Dr Bernard Auriol
(EuroPA meeting, 14th17th November 2003, PortRoyal, France)
(translated
from french by Alexia Fournier)
Summary
From
December 1993 to January 2001, we carried out 240 ESP group sessions
with majority vote (27 845 collective tries, that is 250 000 individual
tries; 418 participants, with no selection regarding prior psi capabilities;
2/3 of women, 1/3 of men). The size of the transmitter group varied
from 0 to 15 persons, the size of the receiver group from 1 to 16. We
varied a number of parameters, particularly the target’s type (pictures,
words) and the number of possible answers (2, 3 or 5).
Two
studies led by M. Campardon and F. Garcia on the variance of the results
from the vote are discordant. The variance of success in relation to time,
assessed with the method of clusters of collective tries (15, 30 or
60 consecutive tries), does not match expectation for the experiment
with 2 possible targets, and is not significant with the two other protocols.
The
variance evaluated with the method of spaces between consecutive successes
of the vote was significantly different from sheer chance for two of
the three protocols; but this result is very hard to read (the variance
is normal, significantly low, or significantly high compared to the
expected one, depending on the protocol used).

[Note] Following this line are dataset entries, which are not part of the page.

import { type Knex } from 'knex';
import { type Person } from '#server/account/person.ts';
import { type cutSheetEndpoints } from '#server/contracts/cut-sheet-endpoints.ts';
import { type SheetVersion } from '#server/contracts/cut-sheets.ts';
import { checkDownload } from '#server/exports/rules.ts';
import { type Handlers } from '#server/http/handlers.ts';
import { type Author } from '#server/sections/rules.ts';
import { dropSheetDraft, findSheetDraft, keepSheetDraft } from './drafts.ts';
import { listSheetDownloads, recordSheetDownload } from './files/downloads.ts';
import { handingOut } from './files/handing-out.ts';
import { type SheetWorks } from './files/works.ts';
import { findCutSheet, listCutSheets } from './list/store.ts';
import { sheetReachOf } from './rules.ts';
import { sheetState } from './state.ts';
import { changeCutSheet, createCutSheet } from './store.ts';
import { releaseSheetVersion, withdrawSheetVersion } from './versions/status-store.ts';
import { findSheetVersion, listSheetVersions, saveSheetVersion } from './versions/store.ts';

/** The one who makes a request, as the author of what it changes. */
function authorOf(call: { person: Person; now: Date }): Author {
  return { workshopId: call.person.workshopId, personId: call.person.id, at: call.now };
}

/** A version within reach of the one who asks. */
function versionOf(
  knex: Knex,
  { person, params }: { person: Person; params: { readonly sheetId: string; readonly number: number } },
): Promise<SheetVersion> {
  const reach = sheetReachOf(person.role);
  return findSheetVersion(knex, person.workshopId, params.sheetId, params.number, reach);
}

interface Surroundings {
  readonly knex: Knex;
  readonly works: SheetWorks;
  /** The address under which people reach the program. */
  readonly publicUrl: string;
}

type SheetHandlers = Pick<Handlers, 'listCutSheets' | 'createCutSheet' | 'getCutSheet' | 'changeCutSheet'>;
type DraftHandlers = Pick<Handlers, 'getSheetDraft' | 'keepSheetDraft' | 'dropSheetDraft'>;
type VersionHandlers = Pick<
  Handlers,
  | 'listSheetVersions'
  | 'saveSheetVersion'
  | 'getSheetVersion'
  | 'releaseSheetVersion'
  | 'withdrawSheetVersion'
>;
type FileHandlers = Pick<Handlers, 'listSheetFiles' | 'sheetFile' | 'listSheetDownloads'>;

function sheetHandlers({ knex, works }: Surroundings): SheetHandlers {
  return {
    listCutSheets: ({ person, query }) =>
      listCutSheets(knex, person.workshopId, sheetReachOf(person.role), query),
    createCutSheet: (call) => createCutSheet(knex, works, authorOf(call), call.body),
    getCutSheet: ({ person, params }) =>
      findCutSheet(knex, person.workshopId, params.sheetId, sheetReachOf(person.role)),
    changeCutSheet: (call) => changeCutSheet(knex, authorOf(call), call.params.sheetId, call.body),
  };
}

function draftHandlers({ knex }: Surroundings): DraftHandlers {
  return {
    getSheetDraft: (call) => findSheetDraft(knex, authorOf(call), call.params.sheetId),
    keepSheetDraft: (call) => keepSheetDraft(knex, authorOf(call), call.params.sheetId, call.body),
    dropSheetDraft: (call) => dropSheetDraft(knex, authorOf(call), call.params.sheetId),
  };
}

function versionHandlers({ knex, works, publicUrl }: Surroundings): VersionHandlers {
  return {
    listSheetVersions: ({ person, params, query }) =>
      listSheetVersions(knex, person.workshopId, params.sheetId, {
        ...query,
        reach: sheetReachOf(person.role),
      }),
    saveSheetVersion: (call) => saveSheetVersion(knex, works, authorOf(call), call.params.sheetId, call.body),
    getSheetVersion: (call) => versionOf(knex, call),
    releaseSheetVersion: (call) =>
      releaseSheetVersion(knex, works, authorOf(call), {
        ...call.params,
        reason: call.body.reason,
        names: { person: call.person.name, workshop: call.person.workshopName, publicUrl },
      }),
    withdrawSheetVersion: (call) => withdrawSheetVersion(knex, authorOf(call), call.params, call.body.reason),
  };
}

function fileHandlers({ knex, works, publicUrl }: Surroundings): FileHandlers {
  const files = handingOut(knex, works, publicUrl);
  return {
    listSheetFiles: async (call) => {
      const version = await versionOf(knex, call);
      return { items: await files.list(call.person, version) };
    },
    sheetFile: async (call) => {
      const { person, params } = call;
      const version = await versionOf(knex, call);
      const sheet = await sheetState(knex, person.workshopId, version.sheetId);
      checkDownload(person.role, version, sheet.releasedNumber, 'cut sheet');
      const { downloadName: fileName, mediaType, bytes } = await files.find(person, version, params.name);
      return {
        file: { fileName, mediaType, bytes },
        record: (checksum) => recordSheetDownload(knex, authorOf(call), { ...params, fileName, checksum }),
      };
    },
    listSheetDownloads: async (call) => {
      const version = await versionOf(knex, call);
      return listSheetDownloads(knex, call.person.workshopId, version, call.query);
    },
  };
}

export function cutSheetHandlers(around: Surroundings): Pick<Handlers, keyof typeof cutSheetEndpoints> {
  return {
    ...sheetHandlers(around),
    ...draftHandlers(around),
    ...versionHandlers(around),
    ...fileHandlers(around),
  };
}
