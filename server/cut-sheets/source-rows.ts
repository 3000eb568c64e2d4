import { type Knex } from 'knex';
import { type SheetPart, type SheetSource } from '#server/contracts/cut-sheets.ts';
import { type VersionStatus } from '#server/contracts/sections.ts';
import { type MachineKind } from '#server/contracts/shop.ts';
import { joinScoped } from '#server/database/scoped.ts';

interface SourceColumns {
  section_id: string;
  number: number;
  section_name: string;
  description: string;
  checksum: string;
  status: VersionStatus;
  status_at: Date | null;
  in_force: number | null;
}
type Prefixed<Prefix extends string, Columns> = {
  [Column in keyof Columns & string as `${Prefix}_${Column}`]: Columns[Column];
};
/** What {@link joinSources} adds to a row, with the version's own columns that it stands on. */
export type SourceRow = Prefixed<'root', SourceColumns> & Prefixed<'tip', SourceColumns>;

/** Adds the section versions at both ends to versions of cut sheets: how they stand is read at the moment of asking. */
export function joinSources(query: Knex.QueryBuilder, versions: string): Knex.QueryBuilder {
  for (const end of ['root', 'tip'] as const) {
    joinScoped(query, 'inner', ['section_versions', `${end}_v`], versions, [
      [`${end}_v.section_id`, `${versions}.${end}_section_id`],
      [`${end}_v.number`, `${versions}.${end}_number`],
    ]);
    joinScoped(query, 'inner', ['sections', `${end}_s`], versions, [
      [`${end}_s.id`, `${versions}.${end}_section_id`],
    ]);
    query.select(
      `${versions}.${end}_section_id`,
      `${versions}.${end}_number`,
      `${end}_s.name as ${end}_section_name`,
      `${end}_v.description as ${end}_description`,
      `${end}_v.checksum as ${end}_checksum`,
      `${end}_v.status as ${end}_status`,
      `${end}_v.status_at as ${end}_status_at`,
      `${end}_s.released_number as ${end}_in_force`,
    );
  }
  return query;
}

export function sourceOf(row: SourceRow, end: 'root' | 'tip'): SheetSource {
  return {
    sectionId: row[`${end}_section_id`],
    sectionName: row[`${end}_section_name`],
    versionNumber: row[`${end}_number`],
    description: row[`${end}_description`],
    checksum: row[`${end}_checksum`],
    status: row[`${end}_status`],
    statusAt: row[`${end}_status_at`]?.toISOString() ?? null,
    inForce: row[`${end}_in_force`],
  };
}

type ThingName = 'machine' | 'material' | 'rib_machine' | 'rib_material';
interface ThingColumns {
  id: string | null;
  kind: string | null;
  name: string | null;
}
export type ThingRow<Name extends ThingName = ThingName> = Prefixed<Name, ThingColumns>;

/** Adds the present names of machines and materials to versions of cut sheets. */
export function joinThings(
  query: Knex.QueryBuilder,
  versions: string,
  names: readonly ThingName[],
): Knex.QueryBuilder {
  for (const name of names) {
    const table = name.endsWith('machine') ? 'machines' : 'materials';
    joinScoped(query, 'left', [table, `${name}_t`], versions, [[`${name}_t.id`, `${versions}.${name}_id`]]);
    query.select(`${versions}.${name}_id`, `${versions}.${name}_kind`, `${name}_t.name as ${name}_name`);
  }
  return query;
}

export function machineOf(id: string | null, name: string | null, kind: string | null) {
  return id === null || name === null ? null : { id, name, kind: kind as MachineKind };
}

export function materialOf(id: string | null, name: string | null) {
  return id === null || name === null ? null : { id, name };
}

/** Parts as the database keeps them: a set, written with commas. */
export function partsOfColumn(parts: string): SheetPart[] {
  return parts === '' ? [] : (parts.split(',') as SheetPart[]);
}
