import { type Point } from '#geometry/point.ts';
import { type Units } from '#client/app/units.ts';
import { type Box, type SheetLayout } from '#client/drawing/sheet-layout.ts';
import { type SheetTransform } from '#client/drawing/sheet-view.ts';
import { type EditorAction, type EditorState } from './editor-state.ts';
import { handlePoint } from './handle-points.ts';
import { handleWords } from './handle-words.ts';
import { handleIds, type HandleId } from './handle-ids.ts';
import { HandleMark } from './handle-mark.tsx';
import { isSwitch } from './handle-moves.ts';
import { ValueTag } from './value-tag.tsx';

interface HandlesProps {
  readonly layout: SheetLayout;
  readonly transform: SheetTransform;
  readonly state: EditorState;
  readonly dispatch: (action: EditorAction) => void;
  readonly snap: boolean;
  readonly selected: HandleId | null;
  readonly onSelect: (handle: HandleId | null) => void;
  readonly units: Units;
}

/** All handles of the section that are in sight or have the focus, and the value of the one in hand. */
export function Handles({
  layout,
  transform,
  state,
  dispatch,
  snap,
  selected,
  onSelect,
  units,
}: HandlesProps) {
  const { present, drag } = state;
  const { shape, chordMm } = present;
  const { section } = layout;
  const marks = handleIds(shape).flatMap((handle) => {
    const dragged = drag?.handle === handle;
    const at = dragged ? drag.at : handlePoint(shape, handle);
    if (!at) return [];
    const place = { x: transform.toX(at.x), y: transform.toY(at.y) };
    const near = within(place, section);
    const inSight = near.x === place.x && near.y === place.y;
    if (!inSight && !dragged && selected !== handle) return [];
    // With the focus on it, a mark that the keys carry out of sight waits at the edge of the view.
    const { x, y } = dragged ? place : near;
    return [{ handle, dragged, x, y, words: handleWords(shape, handle, at, chordMm, units) }];
  });
  const held = marks.find(({ dragged }) => dragged);
  return (
    <g>
      {marks.map(({ handle, dragged, x, y, words }) => (
        <HandleMark
          key={handle}
          handle={handle}
          x={x}
          y={y}
          name={words.name}
          value={words.value}
          min={words.min}
          max={words.max}
          spoken={words.spoken}
          kind={isSwitch(shape, handle) ? 'switch' : handle === 'camber' ? 'plane' : 'slider'}
          selected={selected === handle}
          dragged={dragged}
          transform={transform}
          snap={snap}
          dispatch={dispatch}
          onSelect={onSelect}
        />
      ))}
      {held && <ValueTag x={held.x} y={held.y} text={held.words.tag} layout={layout} />}
    </g>
  );
}

/** The nearest place inside a box. */
function within({ x, y }: Point, box: Box): Point {
  return {
    x: Math.min(box.x + box.width, Math.max(box.x, x)),
    y: Math.min(box.y + box.height, Math.max(box.y, y)),
  };
}
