import { useEffect, useState } from 'react';
import { StatusGlyph } from '#client/ui/status-mark.tsx';
import { type KeeperState } from './draft-keeper.ts';
import { draftWords } from './draft-words.ts';

/** How it stands with the draft; the time since it was kept counts on by itself. */
export function DraftState({
  dirty,
  basedOn,
  keeper,
}: {
  dirty: boolean;
  basedOn: number;
  keeper: KeeperState;
}) {
  const now = useNow(keeper.step === 'kept' && dirty);
  const inTrouble = keeper.step === 'retrying' || keeper.step === 'refused';
  const words = draftWords(dirty, basedOn, keeper, now);
  return (
    <p
      className={`flex max-w-full shrink-0 items-baseline gap-1.5 ${inTrouble ? 'text-brick' : dirty ? 'text-amber' : 'text-graphite'}`}
    >
      {dirty && <StatusGlyph status="draft" className="size-[0.8em] translate-y-px" />}
      <span className="min-w-0 truncate" title={words}>
        {words}
      </span>
    </p>
  );
}

function useNow(ticking: boolean): number {
  const [now, setNow] = useState(() => Date.now());
  useEffect(() => {
    if (!ticking) return;
    const tick = () => {
      setNow(Date.now());
    };
    const first = setTimeout(tick, 0);
    const timer = setInterval(tick, 1000);
    return () => {
      clearTimeout(first);
      clearInterval(timer);
    };
  }, [ticking]);
  return now;
}
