import { type Knex } from 'knex';
import { type CutSheet, type SheetPart } from '#server/contracts/cut-sheets.ts';
import { scoped } from '#server/database/scoped.ts';
import { partsOfColumn } from './source-rows.ts';

/** How many of a part a sheet wants: a set of templates serves for all panels. */
export function wantedOf(part: SheetPart, quantity: number): number {
  return part === 'templates' ? 1 : quantity;
}

interface Row {
  sheet_id: string;
  parts: string;
  quantity: number;
}

/** How many parts of the released versions are done, sheet by sheet; sheets without a released version are left out. */
export async function progressOf(
  db: Knex,
  workshopId: string,
  sheetIds: readonly string[],
): Promise<ReadonlyMap<string, CutSheet['progress']>> {
  if (sheetIds.length === 0) return new Map();
  const rows: Row[] = await scoped(db, workshopId)
    .table('cut_sheet_versions')
    .whereIn('released_sheet', sheetIds)
    .select('sheet_id', 'parts', 'quantity');
  return new Map(
    rows.map(({ sheet_id, parts, quantity }) => [
      sheet_id,
      partsOfColumn(parts).map((part) => ({ part, wanted: wantedOf(part, quantity), done: 0, scrapped: 0 })),
    ]),
  );
}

All this leads to a rather puzzling result since, even though the significant
tries are more often successful than not (two and a half successes for
one failure), it appears that it’s nearly the same protocol parameters
that hold the results away from chance expectation in both cases. These
parameters are, in particular: a higher number of transmitters in relation
to the number of recipients, the active involvement of the transmitters
in the transmission, and their social links (assessed with a sociometric
survey) with the receivers. But too big a number of receivers (higher
than twice the number of transmitters), or very strong social links
between them result in bringing the outcome closer to chance. A
subsequent research (SYBIL) will explore the following hypothesis: we
can hope for success with groups only if we build subgroups so that
there is more affinity between receivers and transmitters than there
is amongst the receivers.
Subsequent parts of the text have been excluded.